The second point is appealing because it reduces the cost of context switching between code and documentation. For example, I can edit both in the same editor.

I think part of the appeal is Google’s monorepo. Everything is path-indexed, but things under a “g3doc” dir are rendered into web pages. Searching the repo returns results for code and docs.

Outside of Google, I think Github’s rendering of Mardown content is comparable.

Project governance

I was recently looking for an organizational pattern to 1) help design documents gain visibility, and 2) build a community of senior engineers. We have OWNERS files, but they specify lists of people for ease of maintenance, which complicates the task of finding an appropriate person to review design proposal for affected code. Engineers often have informal conversations about design options, but there’s no body of expertise to query before an impersonal inter-/intra-net search. I needed something in the middle.

This search made me aware of the Fuchsia project, and in particular, its use of the phrase “governance” for the the type of patterns I was looking for. In short: an “eng council” provides “a small group of senior technical leaders responsible for providing a coherent technical vision”; a Request For Comments (RFC) process provides “a consistent and transparent path for making project-wide, technical decisions”; an API council provides “a group of people who are accountable for the quality and long-term health of the Fuchsia API Surface. The council will collaborate constructively with the people who create and modify Fuchsia’s APIs to help guide the evolution of those APIs.” The Fuchsia project recently revised its governance model as part of opening the project for external contributions.

Google has an AIP process, which is like RFCs for APIs.

My team had an API Council, but that focused on the external API surface rather than internal technical decisions. The external focus and the fact it operated at the highest level, required more structure than could be justified for internal discussions. It was helpful to see this council in the context of governance, but I still needed a new structure.

With this in mind, I proposed an eng council structure for the team. We identified ~10 people with several years of diverse experience on the team. We have a weekly meeting, which we cancel if there’s nothing on the agenda.
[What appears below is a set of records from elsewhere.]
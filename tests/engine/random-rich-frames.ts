/**
 * Seeded random plane frames with everything the engine supports, for the property tests: up to the given number
 * of storeys and bays, members drawn in either direction (so direction cosines take every sign), beams released
 * at one or both ends, truss diagonals, fixed, pinned, spring and settling supports, self-weight and every kind
 * of member load.
 */
import type { LoadInput, ModelInput } from "@/lib/engine";
import { seededRandom } from "./helpers";

export interface RichFrameOptions {
  readonly maxStoreys: number;
  readonly maxBays: number;
}

type Members = NonNullable<ModelInput["members"]>;
type Support = NonNullable<ModelInput["nodes"][number]["support"]>;

export function randomRichFrame(seed: number, { maxStoreys, maxBays }: RichFrameOptions): ModelInput {
  const rand = seededRandom(seed);
  const between = (a: number, b: number) => a + (b - a) * rand();
  const chance = (p: number) => rand() < p;
  const storeys = 1 + Math.floor(rand() * maxStoreys);
  const bays = 1 + Math.floor(rand() * maxBays);
  const id = (s: number, b: number) => `N${s}_${b}`;
  const where = new Map<string, { x: number; y: number }>();
  const nodes: ModelInput["nodes"] = [];
  for (let s = 0; s <= storeys; s++) {
    for (let b = 0; b <= bays; b++) {
      const base = s === 0;
      const x = b * 5 + (base ? 0 : between(-0.4, 0.4));
      const y = s * 3.2 + (base ? 0 : between(-0.3, 0.3));
      where.set(id(s, b), { x, y });
      nodes.push({ id: id(s, b), x, y, ...(base ? { support: baseSupport(b, rand) } : {}) });
    }
  }

  const members: Members = [];
  const lengths = new Map<string, number>();
  const section = () => ({
    E: 200e9 * between(0.5, 1.5),
    A: between(2e-3, 2e-2),
    I: between(2e-5, 8e-4),
    density: between(2400, 7850),
  });
  const add = (memberId: string, a: string, b: string, extra: Partial<Members[number]> = {}) => {
    const [start, end] = chance(0.3) ? [b, a] : [a, b];
    const p = where.get(start)!;
    const q = where.get(end)!;
    lengths.set(memberId, Math.hypot(q.x - p.x, q.y - p.y));
    members.push({ id: memberId, start, end, ...section(), ...extra });
  };
  const releaseOptions = [undefined, { startMoment: true }, { endMoment: true }, { startMoment: true, endMoment: true }];
  for (let s = 1; s <= storeys; s++) {
    for (let b = 0; b <= bays; b++) add(`C${s}_${b}`, id(s - 1, b), id(s, b));
    for (let b = 0; b < bays; b++) {
      const release = releaseOptions[Math.floor(rand() * 4)];
      add(`B${s}_${b}`, id(s, b), id(s, b + 1), release ? { releases: release } : {});
      // A truss diagonal in some panels; with I, so its bending under span loads (and its split halves) are defined.
      if (chance(0.3)) add(`D${s}_${b}`, id(s - 1, b), id(s, b + 1), { kind: "truss" });
    }
  }

  const loads: LoadInput[] = [{ kind: "self-weight", factor: between(0.8, 1.35) }];
  const position = (m: string) => between(0.05, 0.95) * lengths.get(m)!;
  const range = (m: string) => {
    const L = lengths.get(m)!;
    const from = between(0, 0.6) * L;
    return { from, to: from + between(0.1, 0.4) * L };
  };
  for (let s = 1; s <= storeys; s++) {
    loads.push({
      kind: "nodal",
      node: id(s, Math.floor(rand() * (bays + 1))),
      fx: between(-20e3, 20e3),
      fy: between(-30e3, 0),
      mz: between(-5e3, 5e3),
    });
  }
  // A load straight onto a support: it goes to the reaction without straining anything.
  loads.push({ kind: "nodal", node: id(0, Math.floor(rand() * (bays + 1))), fx: between(-5e3, 5e3), fy: between(-10e3, 10e3) });
  for (const m of members) {
    const member = m.id;
    if (member.startsWith("B")) {
      if (chance(0.6)) loads.push({ kind: "distributed", member, direction: "global-y", wStart: between(-30e3, -5e3) });
      if (chance(0.5))
        loads.push({
          kind: "distributed",
          member,
          direction: "local-y",
          wStart: between(-20e3, 5e3),
          wEnd: between(-20e3, 5e3),
          ...range(member),
        });
      if (chance(0.5))
        loads.push({
          kind: "distributed",
          member,
          direction: "local-x",
          wStart: between(-4e3, 4e3),
          wEnd: between(-4e3, 4e3),
          ...range(member),
        });
      if (chance(0.5))
        loads.push({
          kind: "distributed",
          member,
          direction: "global-y",
          wStart: between(-8e3, 0),
          wEnd: between(-8e3, 0),
          projected: true,
          ...range(member),
        });
      if (chance(0.5))
        loads.push({ kind: "point", member, direction: "local-y", position: position(member), value: between(-40e3, 10e3) });
      if (chance(0.4))
        loads.push({ kind: "point", member, direction: "global-y", position: position(member), value: between(-40e3, 0) });
      if (chance(0.4))
        loads.push({ kind: "point", member, direction: "global-x", position: position(member), value: between(-10e3, 10e3) });
      if (chance(0.4))
        loads.push({ kind: "point", member, direction: "local-x", position: position(member), value: between(-20e3, 20e3) });
      if (chance(0.5)) loads.push({ kind: "couple", member, position: position(member), value: between(-8e3, 8e3) });
    } else if (member.startsWith("C")) {
      if (chance(0.5))
        loads.push({ kind: "distributed", member, direction: "global-x", wStart: between(1e3, 6e3), projected: true });
      if (chance(0.3))
        loads.push({
          kind: "distributed",
          member,
          direction: "global-x",
          wStart: between(-3e3, 3e3),
          wEnd: between(-3e3, 3e3),
          ...range(member),
        });
      if (chance(0.3))
        loads.push({ kind: "point", member, direction: "global-x", position: position(member), value: between(-10e3, 10e3) });
      if (chance(0.2)) loads.push({ kind: "couple", member, position: position(member), value: between(-5e3, 5e3) });
    } else {
      if (chance(0.5))
        loads.push({ kind: "distributed", member, direction: "global-y", wStart: between(-3e3, 0), projected: true });
      if (chance(0.3))
        loads.push({
          kind: "distributed",
          member,
          direction: "global-x",
          wStart: between(-2e3, 2e3),
          wEnd: between(-2e3, 2e3),
          ...range(member),
        });
      if (chance(0.3))
        loads.push({ kind: "point", member, direction: "local-y", position: position(member), value: between(-5e3, 5e3) });
    }
  }
  return { nodes, members, loadCases: [{ id: "L", loads }] };
}

/** The first base node is always fully fixed (the frame can never sway freely); the others vary. */
function baseSupport(b: number, rand: () => number): Support {
  const r = b === 0 ? 0 : rand();
  const between = (lo: number, hi: number) => lo + (hi - lo) * rand();
  if (r < 0.3) return { ux: "fixed", uy: "fixed", rz: "fixed" };
  if (r < 0.5) return { ux: "fixed", uy: "fixed" };
  if (r < 0.75)
    return {
      ux: "fixed",
      uy: { kind: "spring", stiffness: between(5e7, 5e8) },
      rz: { kind: "spring", stiffness: between(1e6, 1e8) },
    };
  return { ux: "fixed", uy: { kind: "prescribed", value: between(-0.02, -0.002), loadCase: "L" }, rz: "fixed" };
}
Interestingly, it now appears team members are better able to find reviewers outside the process, perhaps because the range of reviewers is now more well known. I’ve also heard from eng management that the process has helped teammates have more confidence in their projects. Also of interest, this governing body seems to have a life of its own and needs to be cared for. After several weeks of empty agendas I proposed cancelling the process in favor of exploring options, but several teammates expressed appreciation for a weekly checkpoint, even cancellation is the common outcome.